PROBLEM STATEMENT
Write the data out again, exactly as given.

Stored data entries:
_ _ _ _

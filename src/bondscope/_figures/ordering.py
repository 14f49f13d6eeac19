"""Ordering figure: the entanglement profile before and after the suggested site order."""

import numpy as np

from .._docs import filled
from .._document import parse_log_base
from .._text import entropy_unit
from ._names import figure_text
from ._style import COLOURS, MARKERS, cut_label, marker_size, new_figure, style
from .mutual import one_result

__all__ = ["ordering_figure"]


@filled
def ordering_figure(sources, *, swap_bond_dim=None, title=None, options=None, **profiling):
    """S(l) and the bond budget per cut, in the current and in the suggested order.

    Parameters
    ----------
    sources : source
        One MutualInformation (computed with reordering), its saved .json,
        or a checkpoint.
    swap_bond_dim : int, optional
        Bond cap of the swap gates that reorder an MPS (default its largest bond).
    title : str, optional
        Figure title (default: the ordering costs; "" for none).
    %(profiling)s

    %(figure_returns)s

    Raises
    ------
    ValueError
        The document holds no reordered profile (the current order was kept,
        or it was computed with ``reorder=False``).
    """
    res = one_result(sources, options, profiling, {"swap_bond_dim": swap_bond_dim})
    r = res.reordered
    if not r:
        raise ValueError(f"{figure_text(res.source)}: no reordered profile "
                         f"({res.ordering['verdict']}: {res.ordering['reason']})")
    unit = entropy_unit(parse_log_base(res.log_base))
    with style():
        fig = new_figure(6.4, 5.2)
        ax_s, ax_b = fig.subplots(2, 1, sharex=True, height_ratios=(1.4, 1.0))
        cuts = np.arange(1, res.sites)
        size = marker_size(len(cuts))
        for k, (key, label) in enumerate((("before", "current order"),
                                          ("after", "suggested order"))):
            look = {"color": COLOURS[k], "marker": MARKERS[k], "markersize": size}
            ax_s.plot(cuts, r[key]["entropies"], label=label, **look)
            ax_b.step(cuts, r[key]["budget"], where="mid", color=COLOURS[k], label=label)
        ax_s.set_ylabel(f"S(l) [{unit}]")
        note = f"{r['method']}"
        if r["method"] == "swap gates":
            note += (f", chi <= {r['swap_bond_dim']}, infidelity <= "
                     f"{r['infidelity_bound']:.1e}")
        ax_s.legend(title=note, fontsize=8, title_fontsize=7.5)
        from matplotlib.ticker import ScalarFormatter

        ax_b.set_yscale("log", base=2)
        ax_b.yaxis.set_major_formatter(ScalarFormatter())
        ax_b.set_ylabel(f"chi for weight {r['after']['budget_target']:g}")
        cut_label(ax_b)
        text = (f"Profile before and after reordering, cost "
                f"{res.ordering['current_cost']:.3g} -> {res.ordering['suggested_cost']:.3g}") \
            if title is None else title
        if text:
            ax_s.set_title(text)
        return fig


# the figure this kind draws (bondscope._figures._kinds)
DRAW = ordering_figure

_ _ _ _

SOLVED EXERCISE
filename src/bondscope/_figures/ordering.py
repository 14f49f13d6eeac19
"""Ordering figure: the entanglement profile before and after the suggested site order."""

import numpy as np

from .._docs import filled
from .._document import parse_log_base
from .._text import entropy_unit
from ._names import figure_text
from ._style import COLOURS, MARKERS, cut_label, marker_size, new_figure, style
from .mutual import one_result

__all__ = ["ordering_figure"]


@filled
def ordering_figure(sources, *, swap_bond_dim=None, title=None, options=None, **profiling):
    """S(l) and the bond budget per cut, in the current and in the suggested order.

    Parameters
    ----------
    sources : source
        One MutualInformation (computed with reordering), its saved .json,
        or a checkpoint.
    swap_bond_dim : int, optional
        Bond cap of the swap gates that reorder an MPS (default its largest bond).
    title : str, optional
        Figure title (default: the ordering costs; "" for none).
    %(profiling)s

    %(figure_returns)s

    Raises
    ------
    ValueError
        The document holds no reordered profile (the current order was kept,
        or it was computed with ``reorder=False``).
    """
    res = one_result(sources, options, profiling, {"swap_bond_dim": swap_bond_dim})
    r = res.reordered
    if not r:
        raise ValueError(f"{figure_text(res.source)}: no reordered profile "
                         f"({res.ordering['verdict']}: {res.ordering['reason']})")
    unit = entropy_unit(parse_log_base(res.log_base))
    with style():
        fig = new_figure(6.4, 5.2)
        ax_s, ax_b = fig.subplots(2, 1, sharex=True, height_ratios=(1.4, 1.0))
        cuts = np.arange(1, res.sites)
        size = marker_size(len(cuts))
        for k, (key, label) in enumerate((("before", "current order"),
                                          ("after", "suggested order"))):
            look = {"color": COLOURS[k], "marker": MARKERS[k], "markersize": size}
            ax_s.plot(cuts, r[key]["entropies"], label=label, **look)
            ax_b.step(cuts, r[key]["budget"], where="mid", color=COLOURS[k], label=label)
        ax_s.set_ylabel(f"S(l) [{unit}]")
        note = f"{r['method']}"
        if r["method"] == "swap gates":
            note += (f", chi <= {r['swap_bond_dim']}, infidelity <= "
                     f"{r['infidelity_bound']:.1e}")
        ax_s.legend(title=note, fontsize=8, title_fontsize=7.5)
        from matplotlib.ticker import ScalarFormatter

        ax_b.set_yscale("log", base=2)
        ax_b.yaxis.set_major_formatter(ScalarFormatter())
        ax_b.set_ylabel(f"chi for weight {r['after']['budget_target']:g}")
        cut_label(ax_b)
        text = (f"Profile before and after reordering, cost "
                f"{res.ordering['current_cost']:.3g} -> {res.ordering['suggested_cost']:.3g}") \
            if title is None else title
        if text:
            ax_s.set_title(text)
        return fig


# the figure this kind draws (bondscope._figures._kinds)
DRAW = ordering_figure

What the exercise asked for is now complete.